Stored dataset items
□ □ □

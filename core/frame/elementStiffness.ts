import { dot, type Vec3 } from '../geometry/vector.ts';
import { clampedLoadsBelow, type MemberStiffness, memberStiffness } from '../stability/stabilityFunctions.ts';
import type { FrameElement } from './model.ts';

/** Unknowns of one element: displacement and rotation at i, then at j, in global axes. */
export const ELEMENT_SIZE = 12;

/**
 * Stiffness of a piece in global axes, 12 × 12 row by row: axial, bending in two principal planes with the exact functions of its axial force, St-Venant torsion;
 * released rotations condensed out. Rotations are vectors, so the slope of the motion along p is θ·q, and along q it is −θ·p.
 */
export function elementStiffness(element: FrameElement): Float64Array {
  return elementWithCount(element).K;
}

export interface CountedStiffness {
  readonly K: Float64Array;
  readonly hidden: number;
  /** The four 3 × 3 blocks on the diagonal before releases: displacement and rotation at i, then at j. */
  readonly gross: Float64Array;
}

/** The same with the part of a count of critical loads that the ends do not see: clamped pieces, and released rotations that have lost their stiffness. */
export function elementWithCount(element: FrameElement): CountedStiffness {
  const K = new Float64Array(ELEMENT_SIZE * ELEMENT_SIZE);
  const { direction, p, q, length } = element;
  const none: Vec3 = [0, 0, 0];
  addLine(K, element.EA / length, row(direction, none, -1), 1);
  addLine(K, element.GJ / length, row(none, direction, -1), 1);
  addBending(K, element, p, q, element.EIp);
  addBending(K, element, q, [-p[0], -p[1], -p[2]], element.EIq);
  let hidden =
    clampedLoadsBelow(element.EIp, -element.tension, length) +
    clampedLoadsBelow(element.EIq, -element.tension, length);
  // What is left on the diagonal after letting turns free is noise below a share of what stood there before.
  const gross = diagonalBlocks(K);
  for (const { end, about } of element.releases) if (release(K, end === 'i' ? 3 : 9, about) < 0) hidden += 1;
  return { K, hidden, gross };
}

function diagonalBlocks(K: Float64Array): Float64Array {
  const blocks = new Float64Array(4 * 9);
  for (let first = 0, at = 0; first < ELEMENT_SIZE; first += 3)
    for (let r = first; r < first + 3; r++)
      for (let c = first; c < first + 3; c++) blocks[at++] = K[r * ELEMENT_SIZE + c] ?? 0;
  return blocks;
}

/** Displacement and rotation at i, and `other` times the same at j. */
function row(displacement: Vec3, rotation: Vec3, other: number): readonly number[] {
  return [
    ...displacement,
    ...rotation,
    ...displacement.map((v) => other * v),
    ...rotation.map((v) => other * v),
  ];
}

function addLine(K: Float64Array, k: number, a: readonly number[], sign: number): void {
  for (let i = 0; i < ELEMENT_SIZE; i++) {
    const ai = a[i] ?? 0;
    if (ai === 0) continue;
    for (let j = 0; j < ELEMENT_SIZE; j++) {
      const at = i * ELEMENT_SIZE + j;
      K[at] = (K[at] ?? 0) + sign * k * ai * (a[j] ?? 0);
    }
  }
}

const stiffness: MemberStiffness = { force: 0, cross: 0, near: 0, far: 0 };

/** Bending that moves the bar along `way`; its slope is the rotation about `turn`. */
function addBending(K: Float64Array, element: FrameElement, way: Vec3, turn: Vec3, EI: number): void {
  memberStiffness(EI, -element.tension, element.length, stiffness);
  const { force, cross: c, near, far } = stiffness;
  const local = [
    [force, c, -force, c],
    [c, near, -c, far],
    [-force, -c, force, -c],
    [c, far, -c, near],
  ];
  const rows = [
    [...way, 0, 0, 0, 0, 0, 0, 0, 0, 0],
    [0, 0, 0, ...turn, 0, 0, 0, 0, 0, 0],
    [0, 0, 0, 0, 0, 0, ...way, 0, 0, 0],
    [0, 0, 0, 0, 0, 0, 0, 0, 0, ...turn],
  ];
  rows.forEach((a, r) => {
    rows.forEach((b, s) => {
      const k = local[r]?.[s] ?? 0;
      for (let i = 0; i < ELEMENT_SIZE; i++) {
        const ai = a[i] ?? 0;
        if (ai === 0) continue;
        for (let j = 0; j < ELEMENT_SIZE; j++) {
          const at = i * ELEMENT_SIZE + j;
          K[at] = (K[at] ?? 0) + k * ai * (b[j] ?? 0);
        }
      }
    });
  });
}

/** The rotation about an axis at one end follows by itself, so that it takes no moment. Returns the stiffness it had. */
function release(K: Float64Array, first: number, about: Vec3): number {
  const Ka = new Float64Array(ELEMENT_SIZE);
  for (let i = 0; i < ELEMENT_SIZE; i++)
    Ka[i] =
      (K[i * ELEMENT_SIZE + first] ?? 0) * about[0] +
      (K[i * ELEMENT_SIZE + first + 1] ?? 0) * about[1] +
      (K[i * ELEMENT_SIZE + first + 2] ?? 0) * about[2];
  const own = dot([Ka[first] ?? 0, Ka[first + 1] ?? 0, Ka[first + 2] ?? 0], about);
  let scale = 0;
  for (let i = 3; i < 6; i++) scale = Math.max(scale, K[i * ELEMENT_SIZE + i] ?? 0);
  // A rotation that nothing resists is free already.
  if (Math.abs(own) <= 1e-12 * scale) return 0;
  addLine(K, 1 / own, Array.from(Ka), -1);
  return own;
}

□ □ □

* **Your objective**
Taking the line with "dot, type Vec3" as the first and the line with "export interface CountedStiffness" as the last, retype that stretch of the data above exactly, with no other lines.

* **Answer space**
import { dot, type Vec3 } from '../geometry/vector.ts';
import { clampedLoadsBelow, type MemberStiffness, memberStiffness } from '../stability/stabilityFunctions.ts';
import type { FrameElement } from './model.ts';

/** Unknowns of one element: displacement and rotation at i, then at j, in global axes. */
export const ELEMENT_SIZE = 12;

/**
 * Stiffness of a piece in global axes, 12 × 12 row by row: axial, bending in two principal planes with the exact functions of its axial force, St-Venant torsion;
 * released rotations condensed out. Rotations are vectors, so the slope of the motion along p is θ·q, and along q it is −θ·p.
 */
export function elementStiffness(element: FrameElement): Float64Array {
  return elementWithCount(element).K;
}

export interface CountedStiffness {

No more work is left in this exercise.